Da mesma forma, nosso amigo preservacionista Marconi Andrade perguntou-me de manhã se eu sabia se o imóvel havia sido destombado. Ele informa que o imovel está sendo demolido e não existe uma placa de demolição no local.

O Solar do Visconde de São Lourenço é um prédio em estilo colonial português, com três pavimentos, cuja construção foi iniciada no Século XVIII. O seu primeiro proprietário foi Antônio da Cunha, oficial das Ordenanças, que o vendeu em 1820 para Francisco Targine, Visconde de São Lourenço, conselheiro de D. João VI, o qual realizou uma grande reforma. Após a morte do Visconde sediou o Colégio Marinho, entrando em declínio no Século XX, quando foi transformado em casa de habitação coletiva com lojas no térreo.

O tombamento pelo Instituto do Patrimônio Histórico e Artístico Nacional – IPHAN, em 1938, não o livrou da ruína, agravada por um incêndio na década de 1990 que o destruiu parcialmente. Nos anos 1990, uma parceria entre a municipalidade carioca e o IPHAN tinha como projeto a sua aquisição para restauração e revitalização, com a finalidade de nele instalar o Centro de Referência da Arqueologia Fluminense. Esse projeto nao vingou e nao foi a frente .

Descobri que há muitos anos o bem tombado tem sido alvo de estudos de faculdades de arquitetura e nao faltam projetos específicos e propostas para sua restauração :

1) Em 2016, surgiu o Projeto de Restauro Casarão da Rua do Riachuelo ( Oct 17, 2016). Projeto acadêmico de análise de ruína de um antigo casarão localizado na Rua do Riachuelo, Centro – RJ e proposta de restauro e novo uso para o espaço. Autores Lucas Davidson e Thuany Coutinho

2) Em 2018, Gisele Oliverira Alves ( aluna da UFRJ) fez um estudo aprofundado sobre a construção e nos conta que ” Na Lapa, na esquina da Rua dos Inválidos com a Rua Riachuelo, antiga de Matacavalos, principal caminho para expansão da cidade do Rio de Janeiro, o solar Visconde de São Lourenço é considerado um dos primeiros edifícios coloniais com três andares, este terceiro com uma planta em cruz que se estendia até o plano da fachada, interrompendo a cimalha e foi tombado em 20 de abril de 1938, pelo SPHAN. Na década de 1940, já estava em decadência, tornando-se casa de cômodos e na década de 1990, após um incêndio, houve um desmoronamento parcial.

Elementos marcantes da fachada, como esquadrias e guarda-corpos foram saqueados e seu interior desmontado ilegalmente ao longo dos anos.

Atualmente (2018) encontra-se escorado, com risco de ruir totalmente, já que continua sendo sub-utilizado, desta vez como estacionamento.

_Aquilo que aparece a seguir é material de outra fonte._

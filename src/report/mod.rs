//! Output for people (aligned tables) and for programs (JSON with the keys of CONTRACT §3).
//! Reports only format; they compute nothing.

pub mod check;
pub mod distribution;
pub mod noise;
pub mod reconcile;
pub mod simulate;
pub mod steady;
pub mod svg;
pub mod sweep;
pub mod table;

/// `2 A + B`, or `0` for an empty side.
pub fn side(net: &crate::Network, terms: &[(usize, u32)]) -> String {
    if terms.is_empty() {
        return "0".to_string();
    }
    terms
        .iter()
        .map(|&(i, n)| {
            let name = &net.species[i].name;
            if n == 1 {
                name.clone()
            } else {
                format!("{n} {name}")
            }
        })
        .collect::<Vec<_>>()
        .join(" + ")
}

/// A number in a short readable form: 4 significant digits, scientific when very large or
/// small.
pub fn num(x: f64) -> String {
    if x.is_nan() {
        return "nan".into();
    }
    if x == 0.0 {
        return "0".into();
    }
    let a = x.abs();
    if !(1e-3..1e6).contains(&a) {
        format!("{x:.3e}")
    } else {
        let digits = (3 - a.log10().floor() as i32).max(0) as usize;
        let s = format!("{x:.digits$}");
        if s.contains('.') {
            s.trim_end_matches('0').trim_end_matches('.').to_string()
        } else {
            s
        }
    }
}

/// A JSON number, or null when not finite (JSON has no NaN or infinity).
pub fn jnum(x: f64) -> serde_json::Value {
    if x.is_finite() {
        serde_json::json!(x)
    } else {
        serde_json::Value::Null
    }
}

#[cfg(test)]
mod tests {
    use super::num;

    #[test]
    fn numbers_read_well() {
        assert_eq!(num(1234.5678), "1235");
        assert_eq!(num(0.5), "0.5");
        assert_eq!(num(2.0), "2");
        assert_eq!(num(1.660539e-3), "0.001661");
        assert_eq!(num(6.02214076e8), "6.022e8");
    }
}
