//! Plots as standalone SVG files, written by hand: no plotting crate, no fonts needed to build
//! or to write them (the viewer renders the text).
//!
//! Two shapes cover what copyloop draws: an x–y chart (lines, markers, vertical interval bars,
//! linear or log₁₀ axes) and a heat map over a grid of two swept values.

use std::fmt::Write;

const WIDTH: f64 = 720.0;
const HEIGHT: f64 = 480.0;
const LEFT: f64 = 80.0;
const RIGHT: f64 = 170.0;
const TOP: f64 = 40.0;
const BOTTOM: f64 = 60.0;
const COLOURS: [&str; 8] = [
    "#1f5fa8", "#c0392b", "#2e8b57", "#8e44ad", "#d35400", "#16a085", "#7f8c8d", "#b7950b",
];

/// How a series is drawn.
#[derive(Clone, Copy, Debug, PartialEq, Eq)]
pub enum Style {
    Line,
    Markers,
    /// A dashed reference line.
    Dashed,
}

/// One point, with an optional interval [low, high] drawn as a vertical bar.
#[derive(Clone, Copy, Debug, PartialEq)]
pub struct Point {
    pub x: f64,
    pub y: f64,
    pub interval: Option<(f64, f64)>,
}

#[derive(Clone, Debug)]
pub struct Series {
    pub name: String,
    pub style: Style,
    pub points: Vec<Point>,
}

/// An x–y chart.
#[derive(Clone, Debug, Default)]
pub struct Chart {
    pub title: String,
    pub x_label: String,
    pub y_label: String,
    pub x_log: bool,
    pub y_log: bool,
    pub series: Vec<Series>,
    /// Category names for the x positions 0, 1, 2, … (instead of numeric ticks).
    pub x_categories: Vec<String>,
}

fn esc(s: &str) -> String {
    s.replace('&', "&amp;")
        .replace('<', "&lt;")
        .replace('>', "&gt;")
        .replace('"', "&quot;")
}

/// Axis mapping from data to pixels.
struct Axis {
    lo: f64,
    hi: f64,
    log: bool,
    p0: f64,
    p1: f64,
}

impl Axis {
    fn new(values: impl Iterator<Item = f64>, log: bool, p0: f64, p1: f64) -> Axis {
        let t = |v: f64| if log { v.log10() } else { v };
        let (mut lo, mut hi) = (f64::INFINITY, f64::NEG_INFINITY);
        for v in values.filter(|v| v.is_finite() && (!log || *v > 0.0)) {
            lo = lo.min(t(v));
            hi = hi.max(t(v));
        }
        if !lo.is_finite() {
            (lo, hi) = (0.0, 1.0);
        }
        if hi - lo < 1e-12 * hi.abs().max(1.0) {
            let pad = if log { 0.5 } else { hi.abs().max(1.0) * 0.1 };
            (lo, hi) = (lo - pad, hi + pad);
        } else {
            let pad = (hi - lo) * 0.05;
            (lo, hi) = (lo - pad, hi + pad);
        }
        Axis {
            lo,
            hi,
            log,
            p0,
            p1,
        }
    }

    fn map(&self, v: f64) -> Option<f64> {
        let t = if self.log {
            if v <= 0.0 {
                return None;
            }
            v.log10()
        } else {
            v
        };
        t.is_finite()
            .then(|| self.p0 + (t - self.lo) / (self.hi - self.lo) * (self.p1 - self.p0))
    }

    /// Tick positions in data units with their labels.
    fn ticks(&self) -> Vec<(f64, String)> {
        if self.log {
            let (a, b) = (self.lo.ceil() as i32, self.hi.floor() as i32);
            let step = ((b - a) / 8).max(1);
            return (a..=b)
                .step_by(step as usize)
                .map(|e| (10f64.powi(e), format!("1e{e}")))
                .collect();
        }
        let span = self.hi - self.lo;
        let raw = span / 6.0;
        let mag = 10f64.powf(raw.log10().floor());
        let step = [1.0, 2.0, 5.0, 10.0]
            .iter()
            .map(|m| m * mag)
            .find(|s| *s >= raw)
            .unwrap_or(10.0 * mag);
        let mut v = (self.lo / step).ceil() * step;
        let mut out = Vec::new();
        while v <= self.hi + 1e-9 * step {
            out.push((v, super::num(if v.abs() < 1e-12 * step { 0.0 } else { v })));
            v += step;
        }
        out
    }
}

impl Chart {
    /// The chart as an SVG document.
    pub fn render(&self) -> String {
        let (x0, x1) = (LEFT, WIDTH - RIGHT);
        let (y0, y1) = (HEIGHT - BOTTOM, TOP);
        let pts = || self.series.iter().flat_map(|s| s.points.iter());
        let xa = Axis::new(pts().map(|p| p.x), self.x_log, x0, x1);
        let ya = Axis::new(
            pts().flat_map(|p| {
                let (lo, hi) = p.interval.unwrap_or((p.y, p.y));
                [p.y, lo, hi]
            }),
            self.y_log,
            y0,
            y1,
        );
        let mut s = header(&self.title);
        let _ = write!(
            s,
            r##"<rect x="{x0}" y="{y1}" width="{}" height="{}" fill="none" stroke="#444"/>"##,
            x1 - x0,
            y0 - y1
        );
        if self.x_categories.is_empty() {
            for (v, label) in xa.ticks() {
                if let Some(px) = xa.map(v) {
                    let _ = write!(
                        s,
                        r##"<line x1="{px:.1}" y1="{y0}" x2="{px:.1}" y2="{}" stroke="#444"/><text x="{px:.1}" y="{}" text-anchor="middle" font-size="12">{}</text>"##,
                        y0 + 5.0,
                        y0 + 20.0,
                        esc(&label)
                    );
                }
            }
        } else {
            for (k, label) in self.x_categories.iter().enumerate() {
                if let Some(px) = xa.map(k as f64) {
                    let _ = write!(
                        s,
                        r##"<text x="{px:.1}" y="{}" text-anchor="middle" font-size="12">{}</text>"##,
                        y0 + 20.0,
                        esc(label)
                    );
                }
            }
        }
        for (v, label) in ya.ticks() {
            if let Some(py) = ya.map(v) {
                let _ = write!(
                    s,
                    r##"<line x1="{}" y1="{py:.1}" x2="{x0}" y2="{py:.1}" stroke="#444"/><line x1="{x0}" y1="{py:.1}" x2="{x1}" y2="{py:.1}" stroke="#ddd"/><text x="{}" y="{:.1}" text-anchor="end" font-size="12">{}</text>"##,
                    x0 - 5.0,
                    x0 - 8.0,
                    py + 4.0,
                    esc(&label)
                );
            }
        }
        let _ = write!(
            s,
            r#"<text x="{:.1}" y="{}" text-anchor="middle" font-size="14">{}</text>"#,
            (x0 + x1) / 2.0,
            HEIGHT - 15.0,
            esc(&self.x_label)
        );
        let _ = write!(
            s,
            r#"<text transform="translate(20 {:.1}) rotate(-90)" text-anchor="middle" font-size="14">{}</text>"#,
            (y0 + y1) / 2.0,
            esc(&self.y_label)
        );
        for (k, series) in self.series.iter().enumerate() {
            let colour = COLOURS[k % COLOURS.len()];
            let mapped: Vec<(f64, f64, &Point)> = series
                .points
                .iter()
                .filter_map(|p| Some((xa.map(p.x)?, ya.map(p.y)?, p)))
                .collect();
            if series.style != Style::Markers && mapped.len() > 1 {
                let path: Vec<String> = mapped
                    .iter()
                    .map(|(x, y, _)| format!("{x:.1},{y:.1}"))
                    .collect();
                let dash = if series.style == Style::Dashed {
                    r#" stroke-dasharray="6 4""#
                } else {
                    ""
                };
                let _ = write!(
                    s,
                    r#"<polyline points="{}" fill="none" stroke="{colour}" stroke-width="2"{dash}/>"#,
                    path.join(" ")
                );
            }
            for (px, py, p) in &mapped {
                if let Some((lo, hi)) = p.interval {
                    if let (Some(a), Some(b)) = (ya.map(lo), ya.map(hi)) {
                        let _ = write!(
                            s,
                            r#"<line x1="{px:.1}" y1="{a:.1}" x2="{px:.1}" y2="{b:.1}" stroke="{colour}" stroke-width="1.5"/>"#
                        );
                    }
                }
                if series.style == Style::Markers {
                    let _ = write!(
                        s,
                        r#"<circle cx="{px:.1}" cy="{py:.1}" r="3.5" fill="{colour}"/>"#
                    );
                }
            }
            let ly = TOP + 10.0 + 20.0 * k as f64;
            let _ = write!(
                s,
                r#"<rect x="{}" y="{:.1}" width="14" height="4" fill="{colour}"/><text x="{}" y="{:.1}" font-size="12">{}</text>"#,
                x1 + 12.0,
                ly - 4.0,
                x1 + 32.0,
                ly + 1.0,
                esc(&series.name)
            );
        }
        s.push_str("</svg>\n");
        s
    }
}

fn header(title: &str) -> String {
    format!(
        r#"<svg xmlns="http://www.w3.org/2000/svg" width="{WIDTH}" height="{HEIGHT}" viewBox="0 0 {WIDTH} {HEIGHT}" font-family="sans-serif"><rect width="100%" height="100%" fill="white"/><text x="{}" y="24" text-anchor="middle" font-size="16">{}</text>"#,
        WIDTH / 2.0,
        esc(title)
    )
}

/// A heat map of `values[row][col]` (row = y value, col = x value), with a colour bar.
pub fn heat_map(
    title: &str,
    x_label: &str,
    x_values: &[String],
    y_label: &str,
    y_values: &[String],
    values: &[Vec<f64>],
) -> String {
    let (x0, x1) = (LEFT + 20.0, WIDTH - RIGHT);
    let (y0, y1) = (HEIGHT - BOTTOM, TOP);
    let finite = values.iter().flatten().copied().filter(|v| v.is_finite());
    let (lo, hi) = finite.fold((f64::INFINITY, f64::NEG_INFINITY), |(a, b), v| {
        (a.min(v), b.max(v))
    });
    let (lo, hi) = if lo.is_finite() { (lo, hi) } else { (0.0, 1.0) };
    let colour = |v: f64| {
        if !v.is_finite() {
            return "#cccccc".to_string();
        }
        let t = if hi > lo { (v - lo) / (hi - lo) } else { 0.5 };
        // white → blue ramp
        let r = (255.0 * (1.0 - 0.85 * t)) as u8;
        let g = (255.0 * (1.0 - 0.6 * t)) as u8;
        let b = (255.0 * (1.0 - 0.25 * t)) as u8;
        format!("#{r:02x}{g:02x}{b:02x}")
    };
    let nx = x_values.len().max(1) as f64;
    let ny = y_values.len().max(1) as f64;
    let (cw, ch) = ((x1 - x0) / nx, (y0 - y1) / ny);
    let mut s = header(title);
    for (r, row) in values.iter().enumerate() {
        for (c, &v) in row.iter().enumerate() {
            let _ = write!(
                s,
                r#"<rect x="{:.1}" y="{:.1}" width="{:.1}" height="{:.1}" fill="{}"><title>{}</title></rect>"#,
                x0 + c as f64 * cw,
                y0 - (r + 1) as f64 * ch,
                cw + 0.5,
                ch + 0.5,
                colour(v),
                super::num(v)
            );
        }
    }
    let every = |n: usize| (n / 10).max(1);
    for (c, label) in x_values.iter().enumerate().step_by(every(x_values.len())) {
        let _ = write!(
            s,
            r#"<text x="{:.1}" y="{}" text-anchor="middle" font-size="11">{}</text>"#,
            x0 + (c as f64 + 0.5) * cw,
            y0 + 18.0,
            esc(label)
        );
    }
    for (r, label) in y_values.iter().enumerate().step_by(every(y_values.len())) {
        let _ = write!(
            s,
            r#"<text x="{}" y="{:.1}" text-anchor="end" font-size="11">{}</text>"#,
            x0 - 6.0,
            y0 - (r as f64 + 0.5) * ch + 4.0,
            esc(label)
        );
    }
    let _ = write!(
        s,
        r#"<text x="{:.1}" y="{}" text-anchor="middle" font-size="14">{}</text><text transform="translate(20 {:.1}) rotate(-90)" text-anchor="middle" font-size="14">{}</text>"#,
        (x0 + x1) / 2.0,
        HEIGHT - 15.0,
        esc(x_label),
        (y0 + y1) / 2.0,
        esc(y_label)
    );
    for k in 0..=10 {
        let t = k as f64 / 10.0;
        let v = lo + t * (hi - lo);
        let _ = write!(
            s,
            r#"<rect x="{}" y="{:.1}" width="18" height="{:.1}" fill="{}"/>"#,
            x1 + 20.0,
            y0 - (k + 1) as f64 * (y0 - y1) / 11.0,
            (y0 - y1) / 11.0 + 0.5,
            colour(v)
        );
        if k % 5 == 0 {
            let _ = write!(
                s,
                r#"<text x="{}" y="{:.1}" font-size="11">{}</text>"#,
                x1 + 44.0,
                y0 - (k as f64 + 0.5) * (y0 - y1) / 11.0 + 4.0,
                super::num(v)
            );
        }
    }
    s.push_str("</svg>\n");
    s
}

#[cfg(test)]
mod tests {
    use super::*;

    #[test]
    fn chart_is_well_formed_and_maps_log_axes() {
        let chart = Chart {
            title: "CV against copy number".into(),
            x_label: "mean (molecules)".into(),
            y_label: "CV".into(),
            x_log: true,
            y_log: true,
            series: vec![
                Series {
                    name: "ensemble".into(),
                    style: Style::Markers,
                    points: vec![
                        Point {
                            x: 10.0,
                            y: 0.3,
                            interval: Some((0.28, 0.33)),
                        },
                        Point {
                            x: 1000.0,
                            y: 0.03,
                            interval: None,
                        },
                    ],
                },
                Series {
                    name: "1/√N".into(),
                    style: Style::Dashed,
                    points: vec![
                        Point {
                            x: 10.0,
                            y: 0.316,
                            interval: None,
                        },
                        Point {
                            x: 1000.0,
                            y: 0.0316,
                            interval: None,
                        },
                    ],
                },
            ],
            x_categories: vec![],
        };
        let svg = chart.render();
        assert!(svg.starts_with("<svg") && svg.trim_end().ends_with("</svg>"));
        assert_eq!(svg.matches("<circle").count(), 2);
        assert!(svg.contains("1e1") && svg.contains("1e3"));
        assert!(svg.contains("1/√N"));
        let axis = Axis::new([10.0, 1000.0].into_iter(), true, 0.0, 100.0);
        let mid = axis.map(100.0).unwrap();
        assert!(
            (mid - 50.0).abs() < 1e-9,
            "log axis puts 100 midway between 10 and 1000"
        );
    }

    #[test]
    fn heat_map_has_a_cell_per_value() {
        let svg = heat_map(
            "flux",
            "kon",
            &["1".into(), "2".into(), "3".into()],
            "koff",
            &["a".into(), "b".into()],
            &[vec![1.0, 2.0, 3.0], vec![4.0, f64::NAN, 6.0]],
        );
        assert_eq!(svg.matches("<title>").count(), 6);
        assert!(svg.contains("#cccccc"));
    }
}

Durante o desenvolvimento deste projeto houve um grande debate sobre as possibilidades de recuperação do edifício. Foi através do aprofundamento nas teorias do restauro, cartas patrimoniais, pesquisa, levantamento de dados, análise iconográfica, observação do entorno imediato e legislação pertinente, que foram traçadas as linhas gerais desta estratégia de intervenção.

O artigo 5º do Decreto nº11.883 de 30/12/1992, da APAC, prevê a recuperação ou reconstrução da edificação, mantidas as características originais da fachada e telhado, como penalidade em casos como este, em que a degradação da edificação é intencional. Entende-se que embora o valor deste edifício esteja nas feições que apresentava na época do seu tombamento, seu estado de ruína atual, que já dura aproximadamente duas décadas, possui um valor memorial que deve ser valorizado e assinalado nesta intervenção. A proposta se desenvolve buscando integrar conclusões teóricas e práticas, fundamentais para a recuperação do edifício e estender sua vida útil: Quanto à teoria, a proposta se desenvolve sob os princípios da distinguibilidade, de Camilo Boito (1836-1914), teórico que embora fosse contrário a reconstrução de ruínas, mostrou-se bastante flexível quanto a forma de intervir, admitindo adições, se fossem extremamente necessárias, por motivos estéticos e se fossem realizadas com materiais diferenciados do original. Desta forma, fica estabelecido que as partes remanescentes do edifício, devido ao seu valor memorial, serão restauradas tal qual o original e que as partes faltantes serão substituídas por elemento novo – a fim de recompor as linhas originais da fachada – com materiais de tecnologia e acabamento contemporâneos – assegurando a distinguibilidade na leitura do edifício.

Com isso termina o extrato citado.